:: RECORDS FOR PROCESSING ::
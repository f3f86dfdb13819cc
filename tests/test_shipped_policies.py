"""The policy files shipped with margincheck, each against the published table it quotes.

The table values below are typed from the document as read (not copied from the policy files): a shipped
policy whose factor drifts from its table fails here, and so does a shipped policy that no test quotes.
"""

import re

import pytest

from margincheck.design import load_design
from margincheck.policy import DEFAULT_POLICY, SHIPPED_POLICY_FOLDER, SWITCH_KEYS, shipped_policy_names
from tests.conftest import CONTRACT_FILE

#: MIL-DTL-917F(SH), Table XIX "Application stress limits and derating factor for rectifiers, SCRs, GTOs,
#: bipolar transistors, and IGBTs", rows "Transistors, field effect", as read at
#: electricalcontrolequipment.emilspec.com/MIL-DTL-917/page60.html (revision header "MIL-DTL-917F(SH)" on
#: page29.html of the same rendering). Stress limit as a fraction of the rating named.
MIL_DTL_917F_TABLE_XIX_FET = {
    "drain to gate voltage (a) DC": 0.5,                   # x V_DGR
    "drain to gate voltage (b) nominal working": 0.6,      # x V_DGR
    "drain to gate voltage (c) repetitive peak": 0.7,      # x V_DGR
    "drain to gate voltage (d) non-repetitive": 0.8,       # x V_DGR
    "average drain current (a) nominal value": 0.6,        # x I_D(on)
    "average drain current (b) maximum value": 0.8,        # x I_D(on)
    "gate to source voltage": 0.7,                         # x V_GS
}

#: Each shipped policy: the table row behind each key it sets (every other key keeps the default policy's).
QUOTED_ROWS = {
    "mil-dtl-917f-fet": ("MIL-DTL-917F(SH)", "Table XIX", {
        "peak_voltage": MIL_DTL_917F_TABLE_XIX_FET["drain to gate voltage (c) repetitive peak"],
        "steady_voltage": MIL_DTL_917F_TABLE_XIX_FET["drain to gate voltage (a) DC"],
        "gate_voltage": MIL_DTL_917F_TABLE_XIX_FET["gate to source voltage"],
    }),
}

_OTHER_KEYS = ("pulse_current", "capacitor_voltage", "spurious_turn_on", "cmti", "soa", "short_circuit",
               "marginal_band", "tj")


def test_every_shipped_policy_is_quoted_here():
    assert set(shipped_policy_names()) == set(QUOTED_ROWS)


@pytest.mark.reference
@pytest.mark.parametrize("name", sorted(QUOTED_ROWS))
def test_shipped_policy_factors_are_its_tables_values(name):
    _, _, rows = QUOTED_ROWS[name]
    policy = load_design(CONTRACT_FILE, name).policy
    assert policy.name == name
    assert {key: getattr(policy, key) for key in rows} == rows
    left_out = set(_OTHER_KEYS + SWITCH_KEYS) - set(rows)
    assert all(getattr(policy, key) == getattr(DEFAULT_POLICY, key) for key in left_out)
    assert policy.technologies == ()


@pytest.mark.parametrize("name", sorted(QUOTED_ROWS))
def test_shipped_policy_names_its_document_and_the_edition_caveat(name):
    document, table, _ = QUOTED_ROWS[name]
    basis = load_design(CONTRACT_FILE, name).policy.basis
    assert document in basis and table in basis
    assert "verify against the edition you are bound by" in basis


@pytest.mark.parametrize("name", sorted(QUOTED_ROWS))
def test_every_factor_in_a_shipped_file_has_its_table_row_and_mapping_beside_it(name):
    document, table, rows = QUOTED_ROWS[name]
    text = (SHIPPED_POLICY_FOLDER / f"{name}.yaml").read_text(encoding="utf-8")
    for key in rows:
        comment = re.search(rf"((?:#.*\n)+){key}: ", text)
        assert comment, f"{key} has no comment block right above it"
        assert f"{document} {table}" in comment.group(1) and "Mapping:" in comment.group(1), comment.group(1)


def test_a_shipped_policy_is_selected_by_name_in_the_design(write_design, contract_data, run_cli):
    contract_data["derating"] = "mil-dtl-917f-fet"
    code, out, _ = run_cli("check", write_design(contract_data), "--format", "json")
    assert '"name": "mil-dtl-917f-fet"' in out, out
    assert code == 1  # 0.5 x 650 V = 325 V is below the contract design's 420 V bus: bus-voltage fails
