def simulated_waveforms(cell: Cell, edge: str) -> list[tuple[np.ndarray, dict[str, np.ndarray]] | None]:
    """Simulate one edge at every corner of ``cell``: per corner, uniform sample times [s] from the gate step
    (about _SAMPLES_PER_PERIOD per ring period) and the signals ``v_ds``, ``i_d``, ``v_gs``, ``v_gs_idle`` on
    them, or None where the edge did not finish."""
    corners = np.broadcast(cell.bus_voltage, cell.load_current, cell.dut.v_th).shape[0]
    end = simulated_time(cell, edge)
    period = np.broadcast_to(ring_period(cell), (corners,))
    possible = np.isfinite(end)
    trajectory = simulate_edge(cell, edge, np.where(possible, end, 0.0), period / 10.0, _TOLERANCE)
    index = {name: position for position, name in enumerate(STATES)}
    results = []
    for corner in range(corners):
        if not (possible[corner] and trajectory.completed[corner]):
            results.append(None)
            continue
        time, unique = np.unique(trajectory.time[:, corner], return_index=True)
        uniform = np.arange(0.0, time[-1], period[corner] / _SAMPLES_PER_PERIOD)
        state = trajectory.state[unique, corner]
        results.append((uniform, {name: np.interp(uniform, time, state[:, index[column]]) for name, column in
                                  (("v_ds", "v_ds"), ("i_d", "i_L"), ("v_gs", "v_gs"), ("v_gs_idle", "v_go"))}))
    return results


def simulate_as_captured(cell: Cell, edge: str, bus_voltage: float, current: float) -> list:
    """Simulate one edge at every corner of ``cell`` and measure each corner's waveforms by the capture's
    definitions (NotMeasurable where the edge did not finish)."""
    return [NotMeasurable("the simulated edge did not finish") if waves is None
            else measure_edge(*waves, bus_voltage, current, edge == "turn_on")
            for waves in simulated_waveforms(cell, edge)]


def fitted_waveforms(design: Design, calibration: Calibration) -> dict[str, tuple | None]:
    """The fitted model's waveforms of the capture's turn-off and turn-on (``simulated_waveforms``, one corner)."""
    switch = next(item for item in design.switches if item.ref == calibration.switch)
    waves = {}
    for edge, current in (("turn_off", calibration.turn_off_current), ("turn_on", calibration.turn_on_current)):
        grid = point_grid(calibration.point | {"turn_off_current": current}, 1)
        waves[edge] = simulated_waveforms(cells_for_grid(switch, design, grid, [])[edge], edge)[0]
    return waves
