"""The recommended gate range and the transient ratings in a design file: bad forms and contradictions with the
continuous ratings are located errors (exit code 2, nothing on stdout); good forms check."""

import pytest

from tests.conftest import CONTRACT_FILE

CONTRACT_TEXT = CONTRACT_FILE.read_text(encoding="utf-8")
ANCHOR = "      v_gs_min: -20 V\n"   # line 20 of the contract file: the new ratings go on lines 21 and on


def _with_ratings(*lines: str) -> str:
    assert CONTRACT_TEXT.count(ANCHOR) == 1
    return CONTRACT_TEXT.replace(ANCHOR, ANCHOR + "".join(f"      {line}\n" for line in lines))


BAD = {
    "recommended range without its maximum": (
        ["v_gs_recommended: {min: -4 V}"],
        "leg.yaml:21:7: devices.demo-sj650.ratings.v_gs_recommended.max: required field is missing"),
    "recommended minimum below the absolute one": (
        ["v_gs_recommended: {min: -24 V, max: 18 V}"],
        "leg.yaml:21:31: devices.demo-sj650.ratings.v_gs_recommended.min: must be at or above v_gs_min (-20 V), "
        "got -24 V"),
    "recommended maximum above the absolute one": (
        ["v_gs_recommended: {min: -4 V, max: 21 V}"],
        "leg.yaml:21:42: devices.demo-sj650.ratings.v_gs_recommended.max: must be at or below v_gs_max (20 V), "
        "got 21 V"),
    "recommended on-level not positive": (
        ["v_gs_recommended: {min: -4 V, max: 0 V}"],
        "leg.yaml:21:42: devices.demo-sj650.ratings.v_gs_recommended.max: must be above 0 V (the recommended "
        "on-level), got 0 V"),
    "transient gate rating without a pulse": (
        ["v_gs_transient: {max: 25 V}"],
        "leg.yaml:21:7: devices.demo-sj650.ratings.v_gs_transient.pulse: required field is missing"),
    "transient gate rating with a pulse alone": (
        ["v_gs_transient: {pulse: 1 us}"],
        "leg.yaml:21:23: devices.demo-sj650.ratings.v_gs_transient: needs max, min or both beside pulse (the "
        "transient gate ratings)"),
    "transient gate maximum below the continuous one": (
        ["v_gs_transient: {max: 19 V, pulse: 1 us}"],
        "leg.yaml:21:29: devices.demo-sj650.ratings.v_gs_transient.max: must be at or above v_gs_max (20 V), "
        "got 19 V"),
    "transient gate minimum above the continuous one": (
        ["v_gs_transient: {min: -18 V, pulse: 1 us}"],
        "leg.yaml:21:29: devices.demo-sj650.ratings.v_gs_transient.min: must be at or below v_gs_min (-20 V), "
        "got -18 V"),
    "transient drain-source rating below the continuous one": (
        ["v_ds_transient: {value: 600 V, pulse: 1 us}"],
        "leg.yaml:21:31: devices.demo-sj650.ratings.v_ds_transient.value: must be at or above v_ds_max (650 V), "
        "got 600 V"),
    "transient pulse that is not a time": (
        ["v_ds_transient: {value: 750 V, pulse: 1 V}"],
        'leg.yaml:21:45: devices.demo-sj650.ratings.v_ds_transient.pulse: expected a time such as "50 ns", got '
        '"1 V"'),
    "unknown field in a transient rating": (
        ["v_ds_transient: {value: 750 V, pulse: 1 us, repeat: 3}"],
        "leg.yaml:21:51: devices.demo-sj650.ratings.v_ds_transient.repeat: unknown field (allowed here: pulse, "
        "value)"),
}


@pytest.mark.parametrize("lines, message", BAD.values(), ids=BAD.keys())
def test_a_bad_rating_is_a_located_error(tmp_path, monkeypatch, run_cli, lines, message):
    monkeypatch.chdir(tmp_path)
    (tmp_path / "leg.yaml").write_text(_with_ratings(*lines), encoding="utf-8")
    code, out, err = run_cli("check", "leg.yaml", "--format", "json")
    assert (code, out) == (2, ""), err
    assert err.strip() == message


def test_good_ratings_check(tmp_path, monkeypatch, run_cli):
    monkeypatch.chdir(tmp_path)
    (tmp_path / "leg.yaml").write_text(_with_ratings(
        "v_gs_recommended: {min: -5 V, max: 15 V}", "v_gs_transient: {max: 25 V, min: -25 V, pulse: 100 ns}",
        "v_ds_transient: {value: 750 V, pulse: 1 us}"), encoding="utf-8")
    code, out, err = run_cli("check", "leg.yaml", "--format", "json")
    assert code in (0, 1) and err == "", err
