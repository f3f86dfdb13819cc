"""Quantity strings: parsing with units, offset temperatures, tolerances, display."""

import math

import pytest

from margincheck.units import QuantityError, format_value, parse_quantity, parse_tolerance


@pytest.mark.parametrize("text, kind, si", [
    ("650 V", "voltage", 650.0),
    ("1.2 kV", "voltage", 1200.0),
    ("25 nH", "inductance", 25e-9),
    ("2.2 ohm", "resistance", 2.2),
    ("2.2 Ω", "resistance", 2.2),
    ("100 uF", "capacitance", 100e-6),
    ("100 µF", "capacitance", 100e-6),
    ("6 A/ns", "current_slew_rate", 6e9),
    ("40 kHz", "frequency", 40e3),
    ("20 S", "conductance", 20.0),
    ("-20 degC", "temperature", 253.15),   # an offset unit with a sign: split before pint sees it
    ("-20 °C", "temperature", 253.15),
    ("90 degC", "temperature", 363.15),
    ("300 K", "temperature", 300.0),
    ("25 K", "temperature_difference", 25.0),
    ("25 degC", "temperature_difference", 25.0),  # a span of 25 degC is 25 K
    ("0.8", "dimensionless", 0.8),
])
def test_parse(text, kind, si):
    assert parse_quantity(text, kind) == pytest.approx(si, rel=1e-12)


@pytest.mark.parametrize("raw, message", [
    (400, 'expected a voltage such as "400 V", got the bare number 400 (a unit is required)'),
    ("400", 'expected a voltage such as "400 V", got "400" (a unit is required)'),
    ("400 A", 'expected a voltage such as "400 V", got "400 A"'),
    ("5 furlong", 'got "5 furlong" (unknown unit "furlong")'),
    ("nan V", "(no number in front)"),
    ("1e999 V", "(the number is not finite)"),
    (True, "got the boolean true"),
    ("0;", 'got "0;" (unknown unit ";")'),            # found by fuzzing: pint's parser asserted on this
    ("5 (V", 'got "5 (V" (unknown unit "(V")'),       # and raised a tokenizer error on this
])
def test_refused(raw, message):
    with pytest.raises(QuantityError, match=message.replace("(", r"\(").replace(")", r"\)")):
        parse_quantity(raw, "voltage")


def test_tolerances():
    assert parse_tolerance("5 %", "voltage").span(400.0) == pytest.approx(20.0)
    assert parse_tolerance("5 %", "voltage").span(-3.0) == pytest.approx(0.15)
    assert parse_tolerance("0.5 V", "voltage").span(400.0) == pytest.approx(0.5)
    assert parse_tolerance("5 K", "temperature").span(300.0) == pytest.approx(5.0)
    with pytest.raises(QuantityError, match="must be a temperature difference"):
        parse_tolerance("5 %", "temperature")
    with pytest.raises(QuantityError, match='expected a tolerance such as "5 %" or a voltage'):
        parse_tolerance("5 A", "voltage")


@pytest.mark.parametrize("raw, kind, message", [
    ("\u00b15%", "voltage", 'written without a sign: write "5 %"'),
    ("+/-0.5V", "voltage", 'written without a sign: write "0.5 V"'),
    ("+5 %", "voltage", "give min and max"),                   # one-sided? it was read as symmetric before
    (5, "voltage", 'needs its unit: write "5 %" for a percentage, or a voltage such as "400 V"'),
    ("5", "temperature", 'needs its unit: write "5 K"; got "5"'),
])
def test_tolerances_that_would_be_a_guess_are_refused_with_the_form_to_write(raw, kind, message):
    with pytest.raises(QuantityError, match=message.replace("(", r"\(").replace(")", r"\)")):
        parse_tolerance(raw, kind)


@pytest.mark.parametrize("si, kind, text", [
    (619.636, "voltage", "619.6 V"),
    (253.15, "temperature", "-20 degC"),
    (100e-6, "capacitance", "100 uF"),
    (8e-12, "capacitance", "8 pF"),
    (30e-9, "inductance", "30 nH"),
    (6.6545e9, "current_slew_rate", "6.655 A/ns"),
    (8.82, "energy", "8.82 J"),
    # the prefix is chosen per value, after rounding to the digits shown
    (109.475e6, "frequency", "109.5 MHz"),
    (999.96e3, "frequency", "1 MHz"),
    (32e3, "frequency", "32 kHz"),
    (1200.0, "voltage", "1.2 kV"),
    (0.78, "voltage", "780 mV"),
    (3e-3, "current", "3 mA"),
    (5e6, "current_slew_rate", "5 A/us"),
    (250e9, "voltage_slew_rate", "250 V/ns"),
    (1.2e-6, "time", "1.2 us"),
    (13.85e-9, "time", "13.85 ns"),
    (1500.0, "power", "1.5 kW"),
    (0.04, "resistance", "40 mohm"),
    (289.2e-6, "energy", "289.2 uJ"),
    (-5e-3, "temperature_coefficient", "-5 mV/K"),
    (0.0, "inductance", "0 nH"),
    (math.nan, "voltage", "n/a"),
    (None, "voltage", "n/a"),
])
def test_format_value(si, kind, text):
    assert format_value(si, kind) == text
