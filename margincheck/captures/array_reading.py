"""Capture files as NumPy arrays: ``.npy`` (memory-mapped) and ``.npz`` (one array per column).

- ``.npy``: a 2-D array of shape (samples, columns), columns numbered from 1 and, unless the mapping numbers
  them, in the order time, v_ds, i_d, v_gs[, v_gs_idle]; or a 1-D structured array whose field names are the
  column names (found like CSV header names).
- ``.npz``: one 1-D array per column, the array names being the column names.

Values are in SI units unless the mapping gives units; integer arrays are codes and need a scale (and
optionally an offset) in the mapping. Pickled objects are never loaded (``allow_pickle=False``), and arrays
that are not real numbers (text, booleans, complex, objects) are refused.
"""

from __future__ import annotations

import zipfile
from pathlib import Path
from typing import Mapping

import numpy as np

from margincheck.captures.mapping import CHANNELS, KIND_OF, TIME, CaptureMapping
from margincheck.captures.raw import Locator, RawCapture, fail
from margincheck.errors import Problem

__all__ = ["read_npy_capture", "read_npz_capture"]

_DEFAULT_ORDER = (TIME, *CHANNELS)
_UNREADABLE = (ValueError, OSError, EOFError, zipfile.BadZipFile)


def _numeric(name: str, label: str, column: np.ndarray) -> np.ndarray:
    if column.dtype.kind not in "fiu":
        raise fail(name, f"holds {column.dtype} values; a capture column holds real numbers (float or integer)",
                   label)
    if column.ndim != 1:
        raise fail(name, f"has shape {column.shape}; a capture column is one-dimensional", label)
    return column


def _find(name: str, signal: str, wanted: str | int | None, names: tuple[str, ...]) -> str | None:
    """The column name that ``signal`` reads, or None when the file has none for it."""
    if isinstance(wanted, int):
        raise fail(name, f"{signal} is mapped to column number {wanted}, but the columns of this file have names "
                         f"({', '.join(names)}): map it by name")
    candidates = [wanted] if wanted is not None else [signal] + (["t"] if signal == TIME else [])
    for candidate in candidates:
        matches = [column for column in names if column == candidate] or \
                  [column for column in names if column.casefold() == candidate.casefold()]
        if len(matches) == 1:
            return matches[0]
    if wanted is not None:
        raise fail(name, f'{signal} is mapped to "{wanted}", but there is no such column; the columns are '
                         f"{', '.join(names)}")
    return None


def _by_name(name: str, names: tuple[str, ...], mapping: CaptureMapping) -> dict[str, str]:
    found = {signal: _find(name, signal, mapping.columns.get(signal), names) for signal in KIND_OF}
    if found[TIME] is None:
        raise fail(name, f"no time column (named \"time\" or \"t\"); the columns are {', '.join(names)}: name it "
                         "with time_column in the design, or --map time=NAME")
    present = {signal: column for signal, column in found.items() if column is not None}
    if len(present) == 1:
        raise fail(name, f"no column is mapped to v_ds, i_d, v_gs or v_gs_idle; the columns are "
                         f"{', '.join(names)}: map them in the design's columns, or with --map v_ds=NAME")
    return present


def _by_number(name: str, count: int, mapping: CaptureMapping) -> dict[str, int]:
    """Signal -> 0-based column of a plain 2-D array."""
    if not mapping.columns:
        if count > len(_DEFAULT_ORDER):
            raise fail(name, f"{count} columns and no mapping; number them, e.g. --map time=1 --map v_ds=2")
        return {signal: index for index, signal in enumerate(_DEFAULT_ORDER[:count])}
    present = {}
    for signal, wanted in mapping.columns.items():
        if not isinstance(wanted, int) or not 1 <= wanted <= count:
            raise fail(name, f"{signal} is mapped to column {wanted!r}; this array's columns are numbered 1 to "
                             f"{count}")
        present[signal] = wanted - 1
    if TIME not in present:
        raise fail(name, "the mapping numbers no time column; add time=N (or time_column: N)")
    return present


def _locator(name: str, labels: Mapping[str, str]) -> Locator:
    def locate(signal: str, row: int | None, message: str) -> Problem:
        where = labels[signal] if row is None else f"{labels[signal]}, sample {row + 1}"
        return Problem(name, None, where, message)

    return locate


def _raw(name: str, columns: dict[str, np.ndarray], labels: dict[str, str]) -> RawCapture:
    lengths = {len(column) for column in columns.values()}
    if len(lengths) > 1:
        listing = ", ".join(f"{labels[signal]}: {len(column)}" for signal, column in columns.items())
        raise fail(name, f"the columns differ in length ({listing})")
    integers = {signal for signal, column in columns.items() if column.dtype.kind in "iu"}
    values = {signal: np.array(column, dtype=np.float64) for signal, column in columns.items()}
    return RawCapture(values, {}, _locator(name, labels), integer_codes=integers)


def read_npy_capture(path: Path, name: str, mapping: CaptureMapping) -> RawCapture:
    """The mapped columns of a ``.npy`` capture, memory-mapped read-only and copied one column at a time."""
    try:
        array = np.load(path, mmap_mode="r", allow_pickle=False)
    except _UNREADABLE as error:
        raise fail(name, f"cannot be read as a NumPy array without pickled objects ({error})") from None
    if array.dtype.names:
        if array.ndim != 1:
            raise fail(name, f"a structured array of shape {array.shape}; expected one dimension")
        names = tuple(array.dtype.names)
        present = _by_name(name, names, mapping)
        columns = {signal: _numeric(name, f'field "{field}"', array[field]) for signal, field in present.items()}
        return _raw(name, columns, {signal: f'field "{field}"' for signal, field in present.items()})
    if array.ndim != 2:
        raise fail(name, f"an array of shape {array.shape}; expected (samples, columns) or named fields")
    if array.shape[1] > array.shape[0]:
        raise fail(name, f"an array of shape {array.shape} has more columns than samples; save it as "
                         "(samples, columns)")
    numbers = _by_number(name, array.shape[1], mapping)
    labels = {signal: f"column {index + 1} ({signal})" for signal, index in numbers.items()}
    columns = {signal: _numeric(name, labels[signal], array[:, index]) for signal, index in numbers.items()}
    return _raw(name, columns, labels)


def read_npz_capture(path: Path, name: str, mapping: CaptureMapping) -> RawCapture:
    """The mapped columns of a ``.npz`` capture, each array read on its own (a zip archive cannot be mapped)."""
    try:
        with np.load(path, allow_pickle=False) as archive:
            present = _by_name(name, tuple(archive.files), mapping)
            columns = {}
            for signal, array_name in present.items():
                label = f'array "{array_name}"'
                columns[signal] = _numeric(name, label, archive[array_name])
    except _UNREADABLE as error:
        raise fail(name, f"cannot be read as a NumPy archive without pickled objects ({error})") from None
    return _raw(name, columns, {signal: f'array "{array_name}"' for signal, array_name in present.items()})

:: WORK ITEM ::
Taking the listing above as the source, transcribe only the lines starting at the line with "if TIME not" and going through the line with "def locate(signal: str, row: int", unaltered and with both ends included.

:: YOUR RESPONSE ::
    if TIME not in present:
        raise fail(name, "the mapping numbers no time column; add time=N (or time_column: N)")
    return present


def _locator(name: str, labels: Mapping[str, str]) -> Locator:
    def locate(signal: str, row: int | None, message: str) -> Problem:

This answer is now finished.